— Your objective —
Nothing outside the range is wanted. Repeat exactly the lines below from the one with "frac = _fraction_between(ratios, gain_ok" through the one with "# the low side".
___ Records provided ___
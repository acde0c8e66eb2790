"""Yield centring: aim the corners inside the target by just enough for ``min_yield``.

A design sized exactly onto its target corners meets it in about half of its builds (each
corner's spread straddles the limit). The synthesis therefore sizes the low side for an
*aimed* low corner below ``f_low_hz`` and band-limits toward an aimed high corner inside
``f_high_hz..f_high_max_hz``; the gain already aims at the centre of its tolerance.

How far: the first synthesis (aims on the target) is judged by the yield predictor
(:mod:`service.engine.judge.yield_estimate`), whose modelled samples give each corner's
spread around its nominal value. A corner's spread scales with the corner (it is set by
RC products), so moving the nominal corner shifts every sample by the same factor; for
each candidate aim on a fine log grid the predictor's samples then tell the yield directly.
The aim kept for the low corner is the *highest* one reaching ``min_yield`` (the smallest
capacitors: coupling and ground-leg capacitors grow as 1/f_low); the high corner (only
with ``f_high_max_hz``, where it costs nothing but a feedback capacitor's value) takes the
aim of the highest yield. The circuit is synthesised again for the new aims and judged
again, up to ``PASSES`` times. Capacitors come in E-series steps, so a sized corner lands
anywhere below its aim (and not monotonically in it): once a pass meets ``min_yield``, a
few aims between it and the target's own are tried too, and the pass meeting
``min_yield`` with the smallest total capacitance is kept (else the highest predicted
yield).
"""

from __future__ import annotations

import math
from dataclasses import dataclass, replace

import numpy as np

from service.engine.judge import yield_estimate
from service.engine.judge.analysis import target_shortfalls
from service.engine.model.circuit import DesignRequest
from service.engine.model.parts import tolerances_of
from service.engine.synthesis import band_limit

#: Re-syntheses after the first (each lands within a few 0.1 % of its aim).
PASSES = 3
#: Candidate aims: ln(target / aim) from 0 to AIM_SPAN_LN in AIM_POINTS steps (0.25 %).
AIM_SPAN_LN = 1.0
AIM_POINTS = 401
#: Nominal shortfalls that centring can cure (any other ends it before it starts).
CENTRABLE = ("f_low_hz",)
#: A pass that raises the predicted yield by less than this ends the centring.
MIN_PROGRESS = 1e-3
#: Aims tried between the first that met min_yield and the target's own (smallest parts).
REFINE_AIMS = 4
#: ... starting this far below the first aim that met (the sizing is not monotone in its aim).
REFINE_BELOW = 0.95
#: Aim for this much more than min_yield, so rounding of the re-sized parts rarely drops
#: the prediction just under it (well above the predictor's own sampling error).
YIELD_MARGIN = 0.01


@dataclass(frozen=True)
class Aim:
    """The corners a synthesis pass sizes for (``f_high_hz`` None: no band limit aim)."""

    f_low_hz: float
    f_high_hz: float | None


def first_aim(req: DesignRequest) -> Aim:
    return Aim(req.target.f_low_hz, band_limit.default_aim_hz(req))


def aimed_request(req: DesignRequest, aim: Aim) -> DesignRequest:
    """The request the sizing steps see: the target's f_low replaced by the aim."""
    if aim.f_low_hz == req.target.f_low_hz:
        return req
    return replace(req, target=replace(req.target, f_low_hz=aim.f_low_hz))


def centre(req: DesignRequest, build):
    """The synthesis (``build(aim) -> Synthesis``) centred for ``req.target.min_yield``;
    the returned synthesis carries its ``yield_estimate``."""
    target = req.target
    tol = tolerances_of(req.components)
    aim = first_aim(req)
    syn = build(aim)
    est = yield_estimate.predict(syn.circuit, target, tol, peaking=False)
    passes = [(aim, syn, est)]
    misses = target_shortfalls(syn.as_built, target)
    if any(m["quantity"] not in CENTRABLE for m in misses):
        # e.g. the op-amp's bandwidth misses the target: no aim of the corners fixes that
        return replace(syn, yield_estimate=yield_estimate.with_peaking(est, syn.circuit, tol))
    for _ in range(PASSES):
        if est.meets:
            break
        new = next_aim(req, aim, syn, est)
        if new is None or new in [p[0] for p in passes]:
            break
        aim = new
        syn = build(aim)
        best_so_far = max(p[2].predicted for p in passes)
        est = yield_estimate.predict(syn.circuit, target, tol, peaking=False)
        passes.append((aim, syn, est))
        if est.predicted <= best_so_far + MIN_PROGRESS:
            break
    meeting = [p for p in passes if p[2].meets]
    if meeting and len(passes) > 1:
        # E-series steps make the sized corner land anywhere below its aim: try a few aims
        # between the first one that met and the target's own, keep the smallest parts.
        met = max(meeting, key=lambda p: p[0].f_low_hz)[0]
        for f in np.geomspace(met.f_low_hz * REFINE_BELOW, target.f_low_hz,
                              REFINE_AIMS + 2)[1:-1]:
            trial = replace(met, f_low_hz=float(f))
            syn = build(trial)
            est = yield_estimate.predict(syn.circuit, target, tol, peaking=False)
            passes.append((trial, syn, est))
        meeting = [p for p in passes if p[2].meets]
    if meeting:
        aim, syn, est = min(meeting, key=lambda p: (capacitance_f(p[1].circuit), -p[0].f_low_hz))
    else:
        aim, syn, est = max(passes, key=lambda p: p[2].predicted)
    # the passes are compared on the quick estimate; the one kept gets the full one (with
    # the exact check of bias-loop peaking, which only lowers it)
    return replace(syn, yield_estimate=yield_estimate.with_peaking(est, syn.circuit, tol))


def capacitance_f(circuit) -> float:
    """Total capacitance of the circuit's capacitors: the part-size cost of a centring."""
    total = 0.0
    for st in circuit.stages:
        total += sum(c for c in (st.c_couple_f, st.c_gain_f, st.c_feedback_f) if c is not None)
    if circuit.c_out_f is not None:
        total += circuit.c_out_f
    if circuit.bias is not None:
        total += circuit.bias.c_bypass_f
    return total


def _fraction_between(ratios: np.ndarray, keep: np.ndarray, lo: np.ndarray | None,
                      hi: np.ndarray | None) -> np.ndarray:
    """For each candidate: the fraction of all samples with ``keep`` and ``lo <= ratio <= hi``
    (``ratios``: each sample's figure over its nominal; ``lo``/``hi`` per candidate, None:
    open), by binary search in the sorted kept ratios."""
    r = np.sort(ratios[keep & np.isfinite(ratios)])
    n = ratios.size
    upper = np.searchsorted(r, hi, side="right") if hi is not None else r.size
    lower = np.searchsorted(r, lo, side="left") if lo is not None else 0
    return (upper - lower) / n


def next_aim(req: DesignRequest, aim: Aim, syn, est) -> Aim | None:
    """Aims whose predicted yield reaches ``min_yield + YIELD_MARGIN`` (module docstring)."""
    t = req.target
    ab = syn.as_built
    want = min(t.min_yield + YIELD_MARGIN, 1.0)
    f_lo = est.samples[:, 1]
    f_hi = est.samples[:, 2]
    gain_ok = est.passed["gain"]
    low_ok = est.passed["low"]
    new_high = aim.f_high_hz
    high_ok = est.passed["high"]
    if aim.f_high_hz is not None and math.isfinite(ab.f_high_hz) and \
            any(st.c_feedback_f is not None for st in syn.circuit.stages):
        # the band limit lands at ab.f_high_hz for the aim; ratio kept for the new aim
        lo_ln, hi_ln = math.log(t.f_high_hz), math.log(t.f_high_max_hz)
        aims = np.exp(np.linspace(lo_ln, hi_ln, AIM_POINTS))
        nominal_new = aims * (ab.f_high_hz / aim.f_high_hz)
        ratios = f_hi / est.nominal["f_high_hz"]
        frac = _fraction_between(ratios, gain_ok & low_ok, t.f_high_hz / nominal_new,
                                 t.f_high_max_hz / nominal_new)
        centre_ln = 0.5 * (lo_ln + hi_ln)
        best = np.lexsort((np.abs(np.log(aims) - centre_ln), -np.round(frac, 9)))[0]
        new_high = float(aims[best])
        moved = ratios * nominal_new[best]
        high_ok = (moved >= t.f_high_hz) & (moved <= t.f_high_max_hz)
    new_low = aim.f_low_hz
    if t.f_low_hz > 0 and math.isfinite(ab.f_low_hz):
        ln_t = math.log(t.f_low_hz)
        aims = np.exp(ln_t - np.linspace(0.0, AIM_SPAN_LN, AIM_POINTS))
        if t.f_low_min_hz is not None:
            aims = aims[aims > t.f_low_min_hz]
        # the low side is sized for the largest capacitors' scale whose corner is at or
        # below the aim: aiming at the highest nominal corner that reaches the yield
        # guarantees it (parts only land lower, in E-series steps)
        nominal_new = aims
        ratios = f_lo / est.nominal["f_low_hz"]
        frac = _fraction_between(
            ratios, gain_ok & high_ok,
            None if t.f_low_min_hz is None else t.f_low_min_hz / nominal_new,
            t.f_low_hz / nominal_new)
        reach = np.nonzero(frac >= want)[0]
        # highest aim reaching the yield (aims fall with the index), else the best yield
        i = int(reach[0]) if reach.size else int(np.argmax(np.round(frac, 9)))
        new_low = float(aims[i])
    new = Aim(new_low, new_high)
    return None if new == aim else new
___
— Answer for this exercise —
        frac = _fraction_between(ratios, gain_ok & low_ok, t.f_high_hz / nominal_new,
                                 t.f_high_max_hz / nominal_new)
        centre_ln = 0.5 * (lo_ln + hi_ln)
        best = np.lexsort((np.abs(np.log(aims) - centre_ln), -np.round(frac, 9)))[0]
        new_high = float(aims[best])
        moved = ratios * nominal_new[best]
        high_ok = (moved >= t.f_high_hz) & (moved <= t.f_high_max_hz)
    new_low = aim.f_low_hz
    if t.f_low_hz > 0 and math.isfinite(ab.f_low_hz):
        ln_t = math.log(t.f_low_hz)
        aims = np.exp(ln_t - np.linspace(0.0, AIM_SPAN_LN, AIM_POINTS))
        if t.f_low_min_hz is not None:
            aims = aims[aims > t.f_low_min_hz]
        # the low side is sized for the largest capacitors' scale whose corner is at or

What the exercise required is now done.